● SUPPLIED MATERIAL
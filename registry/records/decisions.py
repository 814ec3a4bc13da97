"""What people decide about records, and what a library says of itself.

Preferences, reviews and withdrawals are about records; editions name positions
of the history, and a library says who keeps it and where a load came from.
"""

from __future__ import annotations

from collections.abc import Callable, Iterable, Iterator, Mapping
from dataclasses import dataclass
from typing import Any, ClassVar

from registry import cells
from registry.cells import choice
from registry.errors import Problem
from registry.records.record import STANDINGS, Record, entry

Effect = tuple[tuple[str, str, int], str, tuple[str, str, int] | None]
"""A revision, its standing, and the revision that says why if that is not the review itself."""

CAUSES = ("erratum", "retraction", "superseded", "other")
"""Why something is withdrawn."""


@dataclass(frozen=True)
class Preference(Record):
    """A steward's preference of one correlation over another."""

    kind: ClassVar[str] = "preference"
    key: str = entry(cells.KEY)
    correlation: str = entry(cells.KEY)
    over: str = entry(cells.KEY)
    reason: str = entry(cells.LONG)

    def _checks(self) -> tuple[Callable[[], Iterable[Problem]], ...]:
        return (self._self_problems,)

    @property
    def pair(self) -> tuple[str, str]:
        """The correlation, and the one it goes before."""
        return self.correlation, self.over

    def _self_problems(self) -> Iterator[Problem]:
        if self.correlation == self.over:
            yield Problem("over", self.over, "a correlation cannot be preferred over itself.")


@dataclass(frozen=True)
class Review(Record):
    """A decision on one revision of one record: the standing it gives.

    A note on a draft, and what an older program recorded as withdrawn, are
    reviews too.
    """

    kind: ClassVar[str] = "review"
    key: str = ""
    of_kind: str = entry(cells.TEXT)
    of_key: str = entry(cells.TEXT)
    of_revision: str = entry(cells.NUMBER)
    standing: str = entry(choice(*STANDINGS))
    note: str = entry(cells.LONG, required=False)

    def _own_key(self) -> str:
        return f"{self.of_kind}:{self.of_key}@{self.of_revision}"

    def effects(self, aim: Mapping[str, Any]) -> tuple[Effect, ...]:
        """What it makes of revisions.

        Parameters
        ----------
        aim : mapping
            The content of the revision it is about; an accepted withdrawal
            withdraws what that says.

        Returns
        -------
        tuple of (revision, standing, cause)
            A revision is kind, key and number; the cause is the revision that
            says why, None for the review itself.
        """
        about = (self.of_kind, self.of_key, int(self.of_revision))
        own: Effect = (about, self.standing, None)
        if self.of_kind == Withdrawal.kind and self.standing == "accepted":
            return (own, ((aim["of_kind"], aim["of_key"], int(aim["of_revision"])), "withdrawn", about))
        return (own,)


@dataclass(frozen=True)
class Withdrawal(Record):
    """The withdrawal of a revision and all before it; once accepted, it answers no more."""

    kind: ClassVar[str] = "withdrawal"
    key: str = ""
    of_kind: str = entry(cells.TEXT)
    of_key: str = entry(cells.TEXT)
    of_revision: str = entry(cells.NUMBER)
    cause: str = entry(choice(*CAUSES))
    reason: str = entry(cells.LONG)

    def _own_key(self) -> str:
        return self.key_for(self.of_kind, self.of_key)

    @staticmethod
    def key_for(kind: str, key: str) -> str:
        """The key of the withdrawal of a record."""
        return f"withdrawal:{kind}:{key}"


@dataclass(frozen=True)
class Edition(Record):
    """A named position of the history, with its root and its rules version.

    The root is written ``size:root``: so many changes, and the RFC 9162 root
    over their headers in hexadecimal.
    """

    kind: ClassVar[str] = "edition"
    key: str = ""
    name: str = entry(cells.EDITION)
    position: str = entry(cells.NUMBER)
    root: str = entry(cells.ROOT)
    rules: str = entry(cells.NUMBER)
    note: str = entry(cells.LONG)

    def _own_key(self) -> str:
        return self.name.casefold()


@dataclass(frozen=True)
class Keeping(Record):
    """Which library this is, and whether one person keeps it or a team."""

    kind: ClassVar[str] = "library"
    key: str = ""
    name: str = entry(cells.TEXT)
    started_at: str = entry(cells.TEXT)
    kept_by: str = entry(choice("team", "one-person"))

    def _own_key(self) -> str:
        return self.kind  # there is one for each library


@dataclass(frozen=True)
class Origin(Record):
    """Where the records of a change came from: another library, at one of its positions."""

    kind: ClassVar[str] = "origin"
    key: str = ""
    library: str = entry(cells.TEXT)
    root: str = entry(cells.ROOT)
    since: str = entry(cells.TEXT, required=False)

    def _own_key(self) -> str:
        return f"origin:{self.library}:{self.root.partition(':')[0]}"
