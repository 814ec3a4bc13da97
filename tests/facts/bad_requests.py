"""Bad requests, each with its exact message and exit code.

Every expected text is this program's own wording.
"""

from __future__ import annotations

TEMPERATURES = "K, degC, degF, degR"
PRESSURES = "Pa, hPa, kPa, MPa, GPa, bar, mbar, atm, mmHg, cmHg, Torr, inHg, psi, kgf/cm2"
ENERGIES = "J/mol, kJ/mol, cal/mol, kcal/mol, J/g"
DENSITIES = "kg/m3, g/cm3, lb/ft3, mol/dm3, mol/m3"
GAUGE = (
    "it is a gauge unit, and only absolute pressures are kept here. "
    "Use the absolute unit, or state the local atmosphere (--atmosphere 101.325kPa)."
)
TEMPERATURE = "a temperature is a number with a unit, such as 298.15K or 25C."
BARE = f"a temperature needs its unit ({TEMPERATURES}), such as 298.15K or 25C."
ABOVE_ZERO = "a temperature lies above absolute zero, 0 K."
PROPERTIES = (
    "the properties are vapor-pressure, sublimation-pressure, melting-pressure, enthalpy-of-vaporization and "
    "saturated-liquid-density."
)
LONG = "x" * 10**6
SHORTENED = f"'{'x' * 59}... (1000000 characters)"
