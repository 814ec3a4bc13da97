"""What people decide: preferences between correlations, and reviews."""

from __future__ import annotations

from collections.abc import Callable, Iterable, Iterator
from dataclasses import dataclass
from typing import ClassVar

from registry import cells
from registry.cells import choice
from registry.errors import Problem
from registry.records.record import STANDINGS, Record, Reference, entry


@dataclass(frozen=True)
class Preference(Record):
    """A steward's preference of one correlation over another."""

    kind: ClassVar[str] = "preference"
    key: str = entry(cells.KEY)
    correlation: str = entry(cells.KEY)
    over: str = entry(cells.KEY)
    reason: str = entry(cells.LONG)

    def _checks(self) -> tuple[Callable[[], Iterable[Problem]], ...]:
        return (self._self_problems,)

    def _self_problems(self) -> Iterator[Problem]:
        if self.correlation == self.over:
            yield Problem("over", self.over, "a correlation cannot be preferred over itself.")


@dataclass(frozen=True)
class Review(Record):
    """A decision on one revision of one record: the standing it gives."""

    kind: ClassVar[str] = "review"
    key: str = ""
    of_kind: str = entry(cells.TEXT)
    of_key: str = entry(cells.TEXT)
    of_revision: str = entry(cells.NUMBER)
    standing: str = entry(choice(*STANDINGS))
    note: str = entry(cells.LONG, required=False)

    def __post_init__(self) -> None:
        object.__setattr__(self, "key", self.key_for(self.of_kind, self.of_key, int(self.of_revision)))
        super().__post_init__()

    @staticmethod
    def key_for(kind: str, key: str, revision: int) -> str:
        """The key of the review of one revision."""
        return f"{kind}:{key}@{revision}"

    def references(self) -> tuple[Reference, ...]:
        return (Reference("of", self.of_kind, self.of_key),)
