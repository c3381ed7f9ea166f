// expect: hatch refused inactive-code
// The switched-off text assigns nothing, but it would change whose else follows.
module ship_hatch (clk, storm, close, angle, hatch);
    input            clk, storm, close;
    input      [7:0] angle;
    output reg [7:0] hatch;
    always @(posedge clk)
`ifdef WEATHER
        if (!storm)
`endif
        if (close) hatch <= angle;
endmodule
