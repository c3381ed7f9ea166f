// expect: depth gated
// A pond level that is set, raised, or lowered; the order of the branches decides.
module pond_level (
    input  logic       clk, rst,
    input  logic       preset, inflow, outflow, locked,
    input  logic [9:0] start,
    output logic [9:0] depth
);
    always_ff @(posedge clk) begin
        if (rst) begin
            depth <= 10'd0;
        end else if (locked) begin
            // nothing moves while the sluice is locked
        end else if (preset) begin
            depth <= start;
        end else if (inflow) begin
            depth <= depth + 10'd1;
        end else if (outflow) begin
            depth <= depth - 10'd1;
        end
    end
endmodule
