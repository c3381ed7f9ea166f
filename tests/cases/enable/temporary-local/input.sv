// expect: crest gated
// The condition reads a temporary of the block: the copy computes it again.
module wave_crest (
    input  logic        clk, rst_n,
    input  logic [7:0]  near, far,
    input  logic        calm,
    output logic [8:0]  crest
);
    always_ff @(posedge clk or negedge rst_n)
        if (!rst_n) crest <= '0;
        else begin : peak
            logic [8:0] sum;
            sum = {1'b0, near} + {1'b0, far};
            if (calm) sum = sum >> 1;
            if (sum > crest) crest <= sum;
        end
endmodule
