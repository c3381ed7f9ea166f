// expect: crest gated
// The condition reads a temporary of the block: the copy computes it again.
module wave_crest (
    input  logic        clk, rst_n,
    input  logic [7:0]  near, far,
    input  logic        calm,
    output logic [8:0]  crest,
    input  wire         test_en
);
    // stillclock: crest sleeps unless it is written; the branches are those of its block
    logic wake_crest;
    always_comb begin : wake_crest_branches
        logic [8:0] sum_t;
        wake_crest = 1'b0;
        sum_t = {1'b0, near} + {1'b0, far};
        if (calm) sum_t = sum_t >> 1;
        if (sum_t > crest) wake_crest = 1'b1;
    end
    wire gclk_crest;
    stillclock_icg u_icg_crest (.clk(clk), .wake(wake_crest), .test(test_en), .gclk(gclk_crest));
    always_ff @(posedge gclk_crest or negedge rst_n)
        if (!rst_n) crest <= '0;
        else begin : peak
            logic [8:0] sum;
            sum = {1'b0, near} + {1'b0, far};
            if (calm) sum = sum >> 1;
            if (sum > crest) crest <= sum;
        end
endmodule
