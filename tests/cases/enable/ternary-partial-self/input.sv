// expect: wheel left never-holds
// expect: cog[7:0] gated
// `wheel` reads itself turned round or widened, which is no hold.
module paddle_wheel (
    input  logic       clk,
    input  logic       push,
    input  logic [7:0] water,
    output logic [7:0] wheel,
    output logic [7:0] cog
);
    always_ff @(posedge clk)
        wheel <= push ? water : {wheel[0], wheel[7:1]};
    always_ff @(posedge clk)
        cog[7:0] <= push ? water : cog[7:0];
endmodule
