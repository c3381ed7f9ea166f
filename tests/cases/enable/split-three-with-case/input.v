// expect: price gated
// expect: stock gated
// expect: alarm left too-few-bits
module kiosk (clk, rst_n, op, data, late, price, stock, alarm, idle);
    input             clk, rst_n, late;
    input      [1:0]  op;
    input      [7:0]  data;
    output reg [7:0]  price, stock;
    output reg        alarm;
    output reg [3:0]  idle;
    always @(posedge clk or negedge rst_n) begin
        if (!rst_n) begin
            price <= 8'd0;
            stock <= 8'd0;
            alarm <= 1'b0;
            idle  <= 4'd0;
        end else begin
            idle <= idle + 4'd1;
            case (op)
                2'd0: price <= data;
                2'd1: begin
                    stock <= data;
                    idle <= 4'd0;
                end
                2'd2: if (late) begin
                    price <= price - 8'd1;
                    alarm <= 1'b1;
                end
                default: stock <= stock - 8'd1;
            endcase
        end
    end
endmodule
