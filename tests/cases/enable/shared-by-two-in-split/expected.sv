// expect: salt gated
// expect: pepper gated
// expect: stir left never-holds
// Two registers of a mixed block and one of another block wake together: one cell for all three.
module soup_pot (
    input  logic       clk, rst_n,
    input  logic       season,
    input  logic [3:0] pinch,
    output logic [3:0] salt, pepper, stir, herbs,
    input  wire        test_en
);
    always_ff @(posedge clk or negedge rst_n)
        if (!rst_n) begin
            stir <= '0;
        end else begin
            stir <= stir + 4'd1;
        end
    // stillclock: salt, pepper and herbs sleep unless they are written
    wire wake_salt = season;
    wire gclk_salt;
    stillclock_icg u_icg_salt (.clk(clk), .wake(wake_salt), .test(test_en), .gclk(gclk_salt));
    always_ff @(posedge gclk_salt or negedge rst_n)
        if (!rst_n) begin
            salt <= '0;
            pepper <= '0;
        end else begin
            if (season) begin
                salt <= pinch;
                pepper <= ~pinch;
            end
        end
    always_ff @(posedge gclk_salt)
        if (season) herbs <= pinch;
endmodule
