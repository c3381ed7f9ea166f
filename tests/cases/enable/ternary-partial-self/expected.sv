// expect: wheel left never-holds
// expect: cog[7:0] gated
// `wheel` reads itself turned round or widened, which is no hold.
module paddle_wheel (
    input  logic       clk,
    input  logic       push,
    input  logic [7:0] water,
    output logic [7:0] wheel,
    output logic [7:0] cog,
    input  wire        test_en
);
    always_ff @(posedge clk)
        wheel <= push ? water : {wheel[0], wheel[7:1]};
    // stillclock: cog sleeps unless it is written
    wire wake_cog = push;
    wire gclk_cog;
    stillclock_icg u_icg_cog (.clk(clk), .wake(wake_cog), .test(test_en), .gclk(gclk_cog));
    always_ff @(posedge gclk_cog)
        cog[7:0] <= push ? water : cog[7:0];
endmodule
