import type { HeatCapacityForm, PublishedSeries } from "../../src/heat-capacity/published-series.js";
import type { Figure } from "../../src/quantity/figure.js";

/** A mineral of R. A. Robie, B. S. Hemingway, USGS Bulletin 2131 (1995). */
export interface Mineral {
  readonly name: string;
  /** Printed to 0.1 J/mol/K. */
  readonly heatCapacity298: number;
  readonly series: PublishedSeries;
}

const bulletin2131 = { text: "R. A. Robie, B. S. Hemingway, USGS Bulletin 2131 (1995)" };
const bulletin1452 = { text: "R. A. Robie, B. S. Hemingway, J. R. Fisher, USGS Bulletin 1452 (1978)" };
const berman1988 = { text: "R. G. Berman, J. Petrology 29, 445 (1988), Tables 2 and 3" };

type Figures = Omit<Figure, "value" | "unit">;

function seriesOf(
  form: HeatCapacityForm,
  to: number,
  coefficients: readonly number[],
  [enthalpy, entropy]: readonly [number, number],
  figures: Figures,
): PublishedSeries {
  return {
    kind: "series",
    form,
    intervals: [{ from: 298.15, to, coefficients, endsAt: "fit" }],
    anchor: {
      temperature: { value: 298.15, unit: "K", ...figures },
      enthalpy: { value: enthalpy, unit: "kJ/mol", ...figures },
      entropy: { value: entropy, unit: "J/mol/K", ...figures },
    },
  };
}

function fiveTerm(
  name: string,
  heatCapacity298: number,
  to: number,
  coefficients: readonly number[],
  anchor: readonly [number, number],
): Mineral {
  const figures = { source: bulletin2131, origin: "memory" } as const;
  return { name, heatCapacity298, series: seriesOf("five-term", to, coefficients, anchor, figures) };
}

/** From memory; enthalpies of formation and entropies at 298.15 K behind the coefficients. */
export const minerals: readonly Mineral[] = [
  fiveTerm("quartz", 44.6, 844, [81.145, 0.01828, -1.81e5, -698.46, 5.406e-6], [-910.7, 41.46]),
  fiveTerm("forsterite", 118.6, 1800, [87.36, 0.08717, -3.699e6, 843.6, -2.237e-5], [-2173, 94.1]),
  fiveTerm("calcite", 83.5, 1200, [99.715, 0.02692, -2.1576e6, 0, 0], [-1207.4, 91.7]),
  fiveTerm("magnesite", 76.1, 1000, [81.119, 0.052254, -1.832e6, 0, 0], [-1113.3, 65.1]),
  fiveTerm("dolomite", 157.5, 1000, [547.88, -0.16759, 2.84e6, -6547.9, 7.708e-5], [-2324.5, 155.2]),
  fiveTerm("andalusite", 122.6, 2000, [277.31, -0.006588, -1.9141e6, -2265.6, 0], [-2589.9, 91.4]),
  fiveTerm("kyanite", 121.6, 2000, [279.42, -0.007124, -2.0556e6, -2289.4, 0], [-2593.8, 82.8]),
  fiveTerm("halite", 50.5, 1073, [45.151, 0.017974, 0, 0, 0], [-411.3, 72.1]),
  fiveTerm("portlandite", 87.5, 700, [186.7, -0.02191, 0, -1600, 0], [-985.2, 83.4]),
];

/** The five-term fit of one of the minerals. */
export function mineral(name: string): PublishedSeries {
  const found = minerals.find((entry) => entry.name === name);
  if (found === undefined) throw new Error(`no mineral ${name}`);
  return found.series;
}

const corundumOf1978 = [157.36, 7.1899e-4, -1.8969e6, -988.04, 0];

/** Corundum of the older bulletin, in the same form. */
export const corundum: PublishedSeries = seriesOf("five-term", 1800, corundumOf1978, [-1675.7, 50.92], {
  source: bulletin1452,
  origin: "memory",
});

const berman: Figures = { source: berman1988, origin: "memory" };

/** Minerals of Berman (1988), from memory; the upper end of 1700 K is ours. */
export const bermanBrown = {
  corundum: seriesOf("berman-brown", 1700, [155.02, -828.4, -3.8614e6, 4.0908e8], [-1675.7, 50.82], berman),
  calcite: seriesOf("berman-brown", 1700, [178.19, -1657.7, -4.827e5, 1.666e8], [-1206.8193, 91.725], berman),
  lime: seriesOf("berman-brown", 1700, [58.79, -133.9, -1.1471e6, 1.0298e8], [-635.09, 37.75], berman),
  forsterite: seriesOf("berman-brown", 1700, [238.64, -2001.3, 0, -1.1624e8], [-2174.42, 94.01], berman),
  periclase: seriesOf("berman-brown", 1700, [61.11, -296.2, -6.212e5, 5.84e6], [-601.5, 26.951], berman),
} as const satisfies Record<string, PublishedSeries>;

● PROBLEM TO SOLVE
Lines containing the word "this": say how many there are in the material, with no other text.

● ANSWER BELOW
2